Non-investment-grade securities, also referred to as “high-yield securities” or “junk bonds,” are debt securities that are rated lower than the four highest rating categories by a nationally recognized statistical rating organization (for example, lower than Baa3 by Moody's Investors Service, Inc. or lower than BBB—by Standard & Poor's, a division of The McGraw-Hill Companies, Inc.) or are determined to be of comparable quality by the Adviser or the Sub-Adviser.

The Fund may enter into repurchase agreements with financial institutions, which may be deemed to be loans. The Fund may enter into reverse repurchase agreements without limit as part of the Fund's investment strategy. However, the Fund does not expect to engage, under normal circumstances, in reverse repurchase agreements with respect to more than 33 1/3% of its assets.

The Fund follows certain procedures designed to minimize the risks inherent in such agreements. These procedures include effecting repurchase transactions only with large, well-capitalized and well-established financial institutions whose condition will be continually monitored by the Sub-Adviser. In addition, the value of the collateral underlying the repurchase agreement will always be at least equal to the repurchase price, including any accrued interest earned on the repurchase agreement. It is the current policy of the Fund not to invest in repurchase agreements that do not mature within seven days if any such investment, together with any other illiquid assets held by the Fund, amount to more than 15% of the Fund's net assets.

Reverse repurchase agreements involve sales by the Fund of portfolio assets concurrently with an agreement by the Fund to repurchase the same assets at a later date at a fixed price. The Fund will establish a segregated account with the Trust's custodian bank in which the Fund will maintain cash, cash equivalents or other portfolio securities equal in value to the Fund's obligations in respect of reverse repurchase agreements. Such reverse repurchase agreements could be deemed to be a borrowing, but are not senior securities.

According to the Registration Statement, the Fund may invest directly and indirectly in foreign currencies.

According to the Registration Statement, the Fund, in the ordinary course of business, may purchase securities on a when-issued or delayed-delivery basis (i.e., delivery and payment can take place between a month and 120 days after the date of the transaction). These securities are subject to market fluctuation and no interest accrues to the purchaser during this period. At the time the Fund makes the commitment to purchase securities on a when-issued or delayed-delivery basis, the Fund will record the transaction and thereafter reflect the value of the securities, each day, in determining the Fund's net asset value (“NAV”). The Fund will not purchase securities on a when-issued or delayed-delivery basis if, as a result, more than 15% of the Fund's net assets would be so invested.

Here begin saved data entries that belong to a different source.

import request from "supertest";
import { afterAll, beforeAll, describe, expect, it } from "vitest";
import * as z from "zod";
import { statusByErrorCode, type ErrorCode } from "../../src/domain/errors";
import { releaseSentence } from "../../src/domain/revision";
import { roles } from "../../src/domain/roles";
import { planDocumentSchema } from "../../src/domain/plan-document/plan-document";
import { db } from "../../src/server/db/client";
import { findNoticeById } from "../../src/server/db/queries/notices";
import { findSite } from "../../src/server/db/queries/sites";
import { draftTagOf } from "../../src/server/notices/draft-tag";
import { storeDrawing } from "../../src/server/drawings/drawings";
import { freezeRevision } from "../../src/server/revisions/submit";
import { as } from "../fixtures/api-client";
import { floorPicture } from "../fixtures/images";
import { awkwardPlan, awkwardResult, parsed } from "../fixtures/judged-plan";
import type { Caller } from "../fixtures/openapi/call";
import { documentedCalls } from "../fixtures/openapi/calls";
import {
  judgeOf,
  type OpenApi,
  openApiStructure,
  type Operation,
  operationsOf,
  referencesIn,
} from "../fixtures/openapi/document";
import { keptIds } from "../fixtures/kept";
import { newMember, newOrganisation, type SignedInMember } from "../fixtures/organisation";
import { newDraft, newScreenedPlan } from "../fixtures/screenings";
import { newContact, newKeptOf } from "../fixtures/walkers";
import { endpointWalk } from "../fixtures/walk-table";
import { startTestApp, type TestApp } from "../support/test-app";

let app: TestApp;
let document: OpenApi;
let operations: Map<string, Operation>;
let caller: Caller;
let everyRole: SignedInMember;

const published = async (path: string) =>
  (await request(app.server).get(path)).body as Record<string, unknown>;

beforeAll(async () => {
  app = await startTestApp();
  document = (await published("/api/openapi.json")) as OpenApi;
  operations = operationsOf(document);
  caller = await newCaller();
  everyRole = await newMember(await newOrganisation("Refused Office"), roles);
});
afterAll(() => app.close());

async function newCaller(): Promise<Caller> {
  const organisation = await newOrganisation("Described Office");
  const member = await newMember(organisation, ["planner", "admin"]);
  const screened = await newScreenedPlan(member);
  const { plan, screeningId } = screened;
  const bytes = await floorPicture(60, 40).png().toBuffer();
  const drawing = await storeDrawing(member, plan, { bytes, fileName: "floor.png" });
  const { id: noticeId } = await newDraft(member, screened, []);
  const notice = await findNoticeById(db(), member.organisationId, noticeId);
  const fresh = await as(app, member)("post", `/api/plans/${plan.id}/screenings`).send({ version: 1 });
  const reviewed = await newScreenedPlan(member);
  const auditor = await newMember(organisation, ["auditor"]);
  const revision = await freezeRevision(member, reviewed.plan, reviewed.screeningId, "");
  const reviewedSite = await findSite(db(), member.organisationId, reviewed.plan.siteId);
  return {
    ids: {
      siteId: plan.siteId,
      planId: plan.id,
      drawingId: drawing.id,
      screeningId,
      freshScreeningId: (fresh.body as { id: string }).id,
      noticeId,
      noticeTag: draftTagOf(notice?.coveringText ?? "", []),
      contactId: await newContact(member, plan.siteId),
      ...(await newKeptOf(member, keptIds)),
      reviewed: {
        planId: reviewed.plan.id,
        revisionId: revision.id,
        sentence: releaseSentence({
          ordinal: 1,
          planName: reviewed.plan.name,
          siteName: reviewedSite?.name ?? "",
          dispositions: ["held", "held", "released"],
        }),
        auditorName: auditor.name,
      },
    },
    ask: as(app, member),
    askAsAuditor: as(app, auditor),
  };
}

const mediaTypeOf = (header: string | undefined) => header?.split(";")[0] ?? "";

describe("the published description", () => {
  it("has the structure of OpenAPI 3.1, without an id used twice or a reference to nothing", () => {
    expect(openApiStructure.safeParse(document).error?.issues).toBeUndefined();
    const ids = [...operations.values()].map(({ operationId }) => operationId);
    expect(new Set(ids).size).toBe(ids.length);
    const known = Object.keys(document.components.schemas).map((name) => `#/components/schemas/${name}`);
    const referred = new Set(referencesIn(document));
    expect([...referred].filter((reference) => !known.includes(reference))).toEqual([]);
    expect(referred).toContain("#/components/schemas/PlanDocument");
    expect(referred).toContain("#/components/schemas/ScreeningResult");
  });

  it("declares exactly the parameters that each path names", () => {
    for (const [name, { parameters = [] }] of operations) {
      const inPath = [...name.matchAll(/\{(\w+)\}/g)].map(([, parameter]) => parameter);
      const declared = parameters.filter((one) => one.in === "path");
      expect([name, declared.map((one) => [one.name, one.required])]).toEqual([
        name,
        inPath.map((parameter) => [parameter, true]),
      ]);
    }
  });

  it("holds every endpoint that the permission walk knows, and no other", () => {
    const walked = Object.keys(endpointWalk).map((name) => name.replace(/\[(\w+)\]/g, "{$1}"));
    expect([...operations.keys()].sort()).toEqual(walked.sort());
    expect(Object.keys(documentedCalls).sort()).toEqual(walked.sort());
  });

  it("says who may in words, and asks for the session where not anybody may", () => {
    for (const [name, row] of Object.entries(endpointWalk)) {
      const operation = operations.get(name.replace(/\[(\w+)\]/g, "{$1}"));
      expect([name, operation?.security]).toEqual([name, row.by === "anyone" ? [] : [{ session: [] }]]);
      if (typeof row.by !== "string")
        for (const role of row.by)
          expect([name, operation?.description]).toEqual([name, expect.stringContaining(role)]);
    }
  });
});

describe("the published schemas", () => {
  it("are those inside the description", async () => {
    const plan = await published("/api/schemas/plan.json");
    const result = await published("/api/schemas/result.json");
    expect(plan).toMatchObject(document.components.schemas["PlanDocument"] ?? { absent: true });
    expect(result["properties"]).toEqual(document.components.schemas["ScreeningResult"]?.["properties"]);
  });

  it("take what the application takes and refuse what it refuses", async () => {
    const judge = z.fromJSONSchema((await published("/api/schemas/plan.json")) as never);
    const [circuit] = awkwardPlan.circuits;
    const [sensor] = awkwardPlan.sensors;
    const cases: [boolean, unknown][] = [
      [true, awkwardPlan],
      [true, parsed(awkwardPlan)],
      [false, { ...awkwardPlan, colour: "red" }],
      [false, { ...awkwardPlan, circuits: "none" }],
      [false, { ...awkwardPlan, circuits: [{ ...circuit, conductorRadiusM: 0 }] }],
      [false, { ...awkwardPlan, sensors: [{ ...sensor, position: [1, 2] }] }],
      [false, { ...awkwardPlan, sensors: [{ ...sensor, position: [1, 2, 3, 4] }] }],
      [false, { ...awkwardPlan, sensors: [{ ...sensor, limits: [] }] }],
    ];
    for (const [taken, candidate] of cases) {
      expect([judge.safeParse(candidate).success, candidate]).toEqual([taken, candidate]);
      expect([planDocumentSchema.safeParse(candidate).success, candidate]).toEqual([taken, candidate]);
    }
    const results = z.fromJSONSchema((await published("/api/schemas/result.json")) as never);
    expect(results.safeParse(awkwardResult).success).toBe(true);
    expect(results.safeParse({ ...awkwardResult, verdict: "perhaps" }).success).toBe(false);
  });
});

// Vitest titles come before the document is read; a name that is not documented fails on its own.
const calls = Object.entries(documentedCalls);

describe("an endpoint answers as it is described", () => {
  it.each(calls)("%s", async (name, { status, make }) => {
    const answer = await make(caller);
    expect([answer.status, answer.status === status ? null : answer.text]).toEqual([status, null]);
    const documented = operations.get(name)?.responses[String(status)];
    expect(documented).toBeDefined();
    const content = documented?.content;
    if (content === undefined) {
      expect(answer.text ?? "").toBe("");
      return;
    }
    const mediaType = mediaTypeOf(answer.headers["content-type"]);
    expect(Object.keys(content)).toContain(mediaType);
    const schema = content[mediaType]?.schema;
    if (schema === undefined) return;
    expect(judgeOf(document, schema).safeParse(JSON.parse(answer.text)).error?.issues).toBeUndefined();
  });
});

const walked = Object.entries(endpointWalk).map(([name, row]) => [name, row] as const);

describe("a refusal is one of those described", () => {
  it.each(walked)("%s", async (name, { by }) => {
    const [method = "", address = ""] = name.split(" ");
    const path = address.replace(/\[\w+\]/g, () => crypto.randomUUID());
    const responses = operations.get(name.replace(/\[(\w+)\]/g, "{$1}"))?.responses ?? {};
    const lower = method.toLowerCase() as "get" | "post" | "put" | "patch" | "delete";
    const refusals = [
      // Without a session; with one that names nothing that is there; from a foreign page.
      ...(by === "anyone" ? [] : [await request(app.server)[lower](path).set("Origin", app.origin)]),
      ...(address.includes("[") ? [await as(app, everyRole)(lower, path)] : []),
      ...(lower === "get"
        ? []
        : [await request(app.server)[lower](path).set("Origin", "https://foreign.example")]),
    ];
    for (const { status, body } of refusals) {
      const { code } = (body as { error: { code: ErrorCode } }).error;
      expect(statusByErrorCode[code]).toBe(status);
      const described = responses[String(status)];
      expect(described?.description).toContain(code);
      const schema = described?.content?.["application/json"]?.schema ?? {};
      expect(judgeOf(document, schema).safeParse(body).error?.issues).toBeUndefined();
    }
  });
});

According to the Registration Statement, the Fund may not (i) with respect to 75% of its total assets, purchase securities of any issuer (except securities issued or guaranteed by the U.S. Government, its agencies or instrumentalities or shares of investment companies) if, as a result, more than 5% of its total assets would be invested in the securities of such issuer; or (ii) acquire more than 10% of the outstanding voting securities of any one issuer.

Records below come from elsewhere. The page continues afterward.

import { spawnSync } from "node:child_process";
import { mkdtempSync, rmSync, writeFileSync } from "node:fs";
import { request } from "node:http";
import type { AddressInfo } from "node:net";
import { tmpdir } from "node:os";
import { join } from "node:path";
import { eq } from "drizzle-orm";
import { afterAll, beforeAll, describe, expect, it, vi } from "vitest";
import { nodeEntry } from "../../scripts/services/app";
import { db } from "../../src/server/db/client";
import { leaveStatelessPlace, takeStatelessPlace } from "../../src/server/db/queries/screenings";
import { statelessScreenings } from "../../src/server/db/schema/plans";
import { closeScreeningPool } from "../../src/server/screenings/pool";
import { runScreening } from "../../src/server/screenings/run-screening";
import { as } from "../fixtures/api-client";
import { newMember, newOrganisation, type SignedInMember } from "../fixtures/organisation";
import { heavyPlan, screenablePlan } from "../fixtures/screenable-plan";
import { startTestApp, type TestApp } from "../support/test-app";

let app: TestApp;
let organisation: { id: string; name: string };
let member: SignedInMember;
const heavy = JSON.stringify(heavyPlan());

beforeAll(async () => {
  app = await startTestApp();
  organisation = await newOrganisation("Stateless Office");
  member = await newMember(organisation, ["installer"]);
});
afterAll(async () => {
  await closeScreeningPool();
  await app.close();
});

const screen = (body: unknown, who = member) => as(app, who)("post", "/api/screen").send(body as object);

const place = (userId: string) => {
  const now = new Date();
  return { userId, runId: crypto.randomUUID(), now, expiresAt: new Date(now.getTime() + 60_000) };
};

/** Whether the person's place is free; only looks, since trying would get in a request's way. */
async function isFree(userId: string): Promise<boolean> {
  const rows = await db().select().from(statelessScreenings).where(eq(statelessScreenings.userId, userId));
  return rows.length === 0;
}

describe("POST /api/screen", () => {
  it("answers with the bytes that the command prints", async () => {
    const folder = mkdtempSync(join(tmpdir(), "screen-"));
    try {
      const file = join(folder, "plan.json");
      writeFileSync(file, JSON.stringify(screenablePlan()));
      const printed = spawnSync(process.execPath, [nodeEntry("screen"), file], { encoding: "utf8" });
      expect([printed.status, printed.stderr]).toEqual([3, ""]);
      const answer = await screen(screenablePlan());
      expect([answer.status, answer.text]).toEqual([200, printed.stdout]);
      expect(answer.headers["content-type"]).toBe("application/json; charset=utf-8");
    } finally {
      rmSync(folder, { recursive: true });
    }
  });

  it("refuses a document with every fault and its path", async () => {
    const refused = await screen({ ...screenablePlan(), colour: "red", sensors: [], circuits: "none" });
    expect([refused.status, refused.body.error.code]).toEqual([422, "document.refused"]);
    expect(refused.body.error.faults.map(({ path }: { path: string }) => path).sort()).toEqual([
      "circuits",
      "colour",
    ]);
    expect(await isFree(member.userId)).toBe(true);
  });

  it(
    "tells the first of a flood of faults, of depths and of sizes, and goes on answering",
    { timeout: 60_000 },
    async () => {
      const send = (text: string) =>
        as(app, member)("post", "/api/screen").set("Content-Type", "application/json").send(text);
      const sensor = `{"limits":[${"1,".repeat(1900)}1]}`;
      const flood = await send(`{"sensors":[${Array.from({ length: 5000 }, () => sensor).join(",")}]}`);
      expect([flood.status, flood.body.error.faults.length]).toEqual([422, 201]);
      expect(flood.body.error.faults.at(-1).message).toMatch(/^and at least \d+ more faults/);
      const deep = await send(`{"drawing":${"[".repeat(100_000)}${"]".repeat(100_000)}}`);
      expect([deep.status, deep.body.error.faults[0].message]).toEqual([
        422,
        "is nested deeper than 100 levels",
      ]);
      const long = await send(`{"circuits":[${"{},".repeat(1_000_000)}{}]}`);
      expect(long.body.error.faults).toEqual([
        { path: "circuits", message: "1000001 of them; at most 5000 circuits. Split the plan by area" },
      ]);
      expect((await screen(screenablePlan())).status).toBe(200);
    },
  );

  it("needs an account, JSON, and at most 20 MB", async () => {
    const path = "/api/screen";
    const anonymous = { ...member, cookie: "session=none" };
    expect((await screen(screenablePlan(), anonymous)).status).toBe(401);
    const malformed = as(app, member)("post", path).set("Content-Type", "application/json").send("{");
    expect((await malformed).status).toBe(400);
    const huge = as(app, member)("post", path).set("Content-Type", "application/json");
    // Not JSON either: its size is judged before anything is read of it.
    expect((await huge.send(`{${" ".repeat(20_000_001)}`)).status).toBe(413);
  });

  it("runs one at a time for each person, whichever process has the other one", async () => {
    const other = await newMember(organisation, ["planner"]);
    const elsewhere = place(member.userId);
    expect(await takeStatelessPlace(db(), elsewhere)).toBe(true);
    const busy = await screen(screenablePlan());
    expect([busy.status, busy.body.error.code, busy.headers["retry-after"]]).toEqual([
      429,
      "screening.busy",
      "5",
    ]);
    expect((await screen(screenablePlan(), other)).status).toBe(200);
    await leaveStatelessPlace(db(), member.userId, elsewhere.runId);
    expect((await screen(screenablePlan())).status).toBe(200);
  });

  it("frees the place of a process that ended, once its time is over", async () => {
    const dead = { ...place(member.userId), expiresAt: new Date(Date.now() - 1) };
    expect(await takeStatelessPlace(db(), dead)).toBe(true);
    const next = place(member.userId);
    expect(await takeStatelessPlace(db(), next)).toBe(true);
    await leaveStatelessPlace(db(), member.userId, dead.runId);
    expect(await isFree(member.userId)).toBe(false);
    await leaveStatelessPlace(db(), member.userId, next.runId);
  });

  it("gives up when the caller is gone, and frees their place", async () => {
    const { port } = app.server.address() as AddressInfo;
    const call = request({
      port,
      host: "127.0.0.1",
      path: "/api/screen",
      method: "POST",
      headers: { "content-type": "application/json", cookie: member.cookie, origin: app.origin },
    });
    call.on("error", () => {});
    call.end(heavy);
    await vi.waitFor(async () => expect(await isFree(member.userId)).toBe(false), { timeout: 20_000 });
    call.destroy();
    await vi.waitFor(async () => expect(await isFree(member.userId)).toBe(true), { timeout: 5_000 });
  });

  it("stops what takes too long", async () => {
    await expect(runScreening(heavy, undefined, 50)).rejects.toMatchObject({
      code: "screening.timed-out",
      status: 503,
    });
  });
});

The diversification standard is set forth in Section 5(b)(1) of the 1940 Act.

The Fund may not invest 25% or more of its total assets in the securities of one or more issuers conducting their principal business activities in the same industry or group of industries. The Fund will not invest 25% or more of its total assets in any investment company that so concentrates. This limitation does not apply to investments in securities issued or guaranteed by the U.S. Government, its agencies or instrumentalities, or shares of investment companies.

See Form N-1A, Item 9. The Commission has taken the position that a fund is concentrated if it invests more than 25% of the value of its total assets in any one industry. See, e.g., Investment Company Act Release No. 9011 (October 30, 1975), 40 FR 54241 (November 21, 1975).

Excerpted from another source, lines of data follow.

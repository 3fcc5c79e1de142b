import { createHash } from "node:crypto";
import { createConnection } from "mysql2/promise";
import { afterAll, beforeAll, beforeEach, describe, expect, it } from "vitest";
import { db } from "../../src/server/db/client";
import { listActivity } from "../../src/server/db/queries/activity";
import { listDeliveries } from "../../src/server/db/queries/deliveries";
import type { PlanRow } from "../../src/server/db/queries/plans";
import { as } from "../fixtures/api-client";
import { newMember, newOrganisation, type SignedInMember } from "../fixtures/organisation";
import { newFlaggedPlan, savePlan, signedInBefore } from "../fixtures/revisions";
import { startTestApp, type TestApp } from "../support/test-app";

let app: TestApp;
let planner: SignedInMember;
let auditor: SignedInMember;
let both: SignedInMember;
let plan: PlanRow;
let version: number;

beforeAll(async () => {
  app = await startTestApp();
  const organisation = await newOrganisation("Revision Office");
  planner = await newMember(organisation, ["planner"]);
  auditor = await newMember(organisation, ["auditor"]);
  both = await newMember(organisation, ["planner", "auditor"]);
});
beforeEach(async () => {
  ({ plan, version } = await newFlaggedPlan(planner));
});
afterAll(() => app.close());

const revisions = () => `/api/plans/${plan.id}/revisions`;
const submit = (member = planner, more: object = {}) =>
  as(app, member)("post", revisions()).send({ version, note: "First state.", ...more });
const submitted = async (member = planner): Promise<string> => {
  const answer = await submit(member);
  expect(answer.body).toMatchObject({ url: expect.stringContaining("/revisions/") });
  return `${revisions()}/${String(answer.body.id)}`;
};
const decide = (at: string, more: object = {}, member = auditor) =>
  as(app, member)("post", `${at}/decisions`).send({
    sensorId: "near",
    kind: "held",
    reason: "Measure at the dock.",
    ...more,
  });
const state = async (at: string) => (await as(app, planner)("get", at)).body;
const sentenceOf = (letters: string, counts: string, siteName: string) =>
  `I have reviewed revision ${letters} of ${plan.name}, ${siteName}, and release it: ${counts}.`;
const siteName = async () => {
  const page = await as(app, planner)("get", `/sites/${plan.siteId}`);
  return /<h1[^>]*>([^<]*)/.exec(page.text)?.[1]?.trim() ?? "";
};
const release = async (at: string, letters: string, counts: string, member = auditor, more: object = {}) =>
  as(app, member)("post", `${at}/release`).send({
    sentence: sentenceOf(letters, counts, await siteName()),
    name: member.name,
    ...more,
  });
const oneHeld = "1 position released, 0 released under concession, 1 held, 0 not released";
const sha256 = (text: string) => createHash("sha256").update(text).digest("hex");

describe("submitting", () => {
  it("freezes document and result to the byte, with their hashes, and tells the auditors", async () => {
    const at = await submitted();
    const document = (await as(app, planner)("get", `${at}/document.json`)).text;
    const result = (await as(app, planner)("get", `${at}/result.json`)).text;
    await savePlan(planner, plan, 60);
    const { hashes, ...heading } = await state(at);
    expect(heading).toMatchObject({
      letters: "A",
      state: "under-review",
      verdict: "over",
      note: "First state.",
    });
    expect(hashes).toMatchObject({
      documentSha256: sha256(document),
      drawingSha256: null,
      resultSha256: sha256(result),
      sealSha256: sha256(
        `document ${sha256(document)}\ndrawing none\nresult ${sha256(result)}\nengine ${String(heading.engineVersion)}\n`,
      ),
    });
    expect((await as(app, planner)("get", `${at}/document.json`)).text).toBe(document);
    const told = (await listDeliveries(db(), planner.organisationId, 50)).filter(
      ({ kind }) => kind === "revision",
    );
    expect(
      told
        .slice(0, 2)
        .map(({ recipientName }) => recipientName)
        .sort(),
    ).toEqual([auditor.name, both.name].sort());
  });

  it("has one revision of a plan under review, however often it is asked for at the same time", async () => {
    const answers = await Promise.all([submit(), submit(), submit()]);
    expect(answers.map(({ status }) => status).sort()).toEqual([201, 409, 409]);
    const { body } = await as(app, planner)("get", revisions());
    expect(body.revisions).toHaveLength(1);
  });

  it("refuses a version that is not the working copy's, and whoever is no planner", async () => {
    await savePlan(planner, plan, 60);
    expect((await submit()).status).toBe(409);
    expect((await submit(auditor)).status).toBe(403);
  });

  it("keeps what it froze from the application itself", async () => {
    await submitted();
    const connection = await createConnection(app.database.appUrl);
    try {
      for (const table of ["revision_contents", "decisions", "revision_comments"]) {
        await expect(connection.query(`delete from ${table}`)).rejects.toThrow(/denied/);
        await expect(connection.query(`update ${table} set revision_id = revision_id`)).rejects.toThrow(
          /denied/,
        );
      }
    } finally {
      await connection.end();
    }
  });
});

describe("deciding", () => {
  it("keeps every decision, and the last one stands", async () => {
    const at = await submitted();
    expect((await decide(at)).status).toBe(201);
    const second = await decide(at, { kind: "not-released", reason: "Too close.", moveTo: "2 m east" });
    expect([second.status, second.body.ordinal]).toEqual([201, 2]);
    expect((await state(at)).positions).toEqual([
      expect.objectContaining({ sensorId: "far", verdict: "within", disposition: "released" }),
      expect.objectContaining({ sensorId: "near", disposition: "not-released", moveTo: "2 m east" }),
    ]);
    const [line] = await listActivity(db(), planner.organisationId, 1);
    expect(line).toMatchObject({ event: "revision.decided", actorName: auditor.name });
  });

  it("needs reasons, a flagged position, and a last day that is not past", async () => {
    const at = await submitted();
    const refused: [object, string][] = [
      [{ reason: " " }, "reason"],
      [{ sensorId: "far" }, "sensorId"],
      [{ sensorId: "nobody" }, "sensorId"],
      [{ kind: "concession", expiresOn: "2020-01-01" }, "expiresOn"],
      [{ kind: "concession", expiresOn: "tomorrow" }, "expiresOn"],
    ];
    for (const [more, path] of refused) {
      const answer = await decide(at, more);
      expect([answer.status, answer.body.error.faults[0].path]).toEqual([422, path]);
    }
  });

  it("takes a concession from a fresh sign-in only, and says the way to one", async () => {
    const at = await submitted();
    const stale = await signedInBefore(auditor, 5 * 60_000 + 1000);
    const refused = await decide(at, { kind: "concession" }, stale);
    expect([refused.status, refused.body.error.code]).toEqual([401, "sign-in.too-old"]);
    const page = at.replace("/api", "");
    expect(refused.body.error.detail.signInAgain).toBe(
      `/api/sign-in/start?fresh=1&returnTo=${encodeURIComponent(page)}`,
    );
    expect((await decide(at, {}, stale)).status).toBe(201);
    const fresh = await signedInBefore(auditor, 4 * 60_000);
    expect((await decide(at, { kind: "concession" }, fresh)).status).toBe(201);
  });
});

describe("four eyes", () => {
  it("lets nobody decide on or release what they edited since the last release", async () => {
    version = await savePlan(both, plan, 110);
    const at = await submitted(planner);
    expect((await decide(at, {}, both)).body.error.code).toBe("permission.own-edit");
    await decide(at);
    expect((await release(at, "A", oneHeld, both)).body.error.code).toBe("permission.own-edit");
    expect((await release(at, "A", oneHeld)).status).toBe(200);
  });

  it("lets nobody release what they submitted", async () => {
    const at = await submitted(both);
    await decide(at);
    expect((await release(at, "A", oneHeld, both)).body.error.code).toBe("permission.own-edit");
  });

  it("counts an edit until a revision that holds it is released, a return does not end it", async () => {
    version = await savePlan(both, plan, 110);
    const first = await submitted();
    await as(app, auditor)("post", `${first}/return`).send({ reasons: "Wrong current." });
    version = await savePlan(planner, plan, 120);
    const second = await submitted();
    expect((await decide(second, {}, both)).status).toBe(403);
    await decide(second);
    // Saved while the second is under review: not in it, so not forgotten by its release.
    const kept = await savePlan(planner, plan, 130);
    expect((await release(second, "B", oneHeld)).status).toBe(200);
    version = kept;
    const third = await submitted();
    expect((await decide(third, {}, both)).status).toBe(201);
    expect((await release(third, "C", oneHeld, both)).status).toBe(200);
    expect((await state(second)).state).toBe("superseded");
  });
});

describe("releasing", () => {
  it("needs every decision, the sentence as it now is, the own name and a fresh sign-in", async () => {
    const at = await submitted();
    const waiting = await release(at, "A", oneHeld);
    expect([waiting.status, waiting.body.error.message]).toEqual([
      409,
      expect.stringContaining("Compass, dock 3"),
    ]);
    await decide(at);
    const otherName = await release(at, "A", oneHeld, auditor, { name: "Somebody Else" });
    expect([otherName.status, otherName.body.error.faults[0].path]).toEqual([422, "name"]);
    expect((await release(at, "A", oneHeld.replace("1 held", "2 held"))).status).toBe(409);
    const stale = await signedInBefore(auditor, 6 * 60_000);
    expect((await release(at, "A", oneHeld, stale)).body.error.code).toBe("sign-in.too-old");
    expect((await release(at, "A", oneHeld, planner)).status).toBe(403);
    expect((await release(at, "A", oneHeld)).status).toBe(200);
    expect(await state(at)).toMatchObject({ state: "released", signedName: auditor.name });
    expect((await decide(at)).status).toBe(409);
    expect((await release(at, "A", oneHeld)).status).toBe(409);
  });

  it("happens once, however often it is asked for at the same time", async () => {
    const at = await submitted();
    await decide(at);
    const answers = await Promise.all([release(at, "A", oneHeld), release(at, "A", oneHeld)]);
    expect(answers.map(({ status }) => status).sort()).toEqual([200, 409]);
  });
});

describe("returning and commenting", () => {
  it("gives it back with reasons, tells the planner, and lets the next one be submitted", async () => {
    const at = await submitted();
    expect((await as(app, auditor)("post", `${at}/return`).send({ reasons: "" })).status).toBe(422);
    expect((await as(app, auditor)("post", `${at}/return`).send({ reasons: "Name the riser." })).status).toBe(
      200,
    );
    expect(await state(at)).toMatchObject({ state: "returned", returnReasons: "Name the riser." });
    const [mail] = await listDeliveries(db(), planner.organisationId, 1);
    expect(mail).toMatchObject({ kind: "revision", recipientName: planner.name });
    expect((await submit()).body.letters).toBe("B");
  });

  it("tells the others of a comment, not its author", async () => {
    const at = await submitted();
    const before = (await listDeliveries(db(), planner.organisationId, 200)).length;
    const said = await as(app, auditor)("post", `${at}/comments`).send({
      sensorId: "near",
      text: "Which bracket?",
    });
    expect(said.status).toBe(201);
    const told = await listDeliveries(db(), planner.organisationId, 200);
    const names = told.slice(0, told.length - before).map(({ recipientName }) => recipientName);
    expect(names.sort()).toEqual([both.name, planner.name].sort());
    const page = await as(app, planner)("get", at.replace("/api", ""));
    expect(page.text).toContain("Which bracket?");
  });
});

describe("recomputing", () => {
  it("gives the same bytes with the same engine", async () => {
    const at = await submitted();
    const { status, body } = await as(app, auditor)("post", `${at}/recompute`);
    expect(status).toBe(200);
    expect(body).toMatchObject({ sameBytes: true, largestDifference: 0, changedVerdicts: [] });
  });
});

The Fund may hold up to an aggregate amount of 15% of its net assets in illiquid securities (calculated at the time of investment), including Rule 144A securities. The Fund will monitor its portfolio liquidity on an ongoing basis to determine whether, in light of current circumstances, an adequate level of liquidity is being maintained, and will consider taking appropriate steps in order to maintain adequate liquidity if, through a change in values, net assets, or other circumstances, more than 15% of the Fund's net assets are held in illiquid securities. Illiquid securities include securities subject to contractual or other restrictions on resale and other instruments that lack readily available markets as determined in accordance with Commission staff guidance.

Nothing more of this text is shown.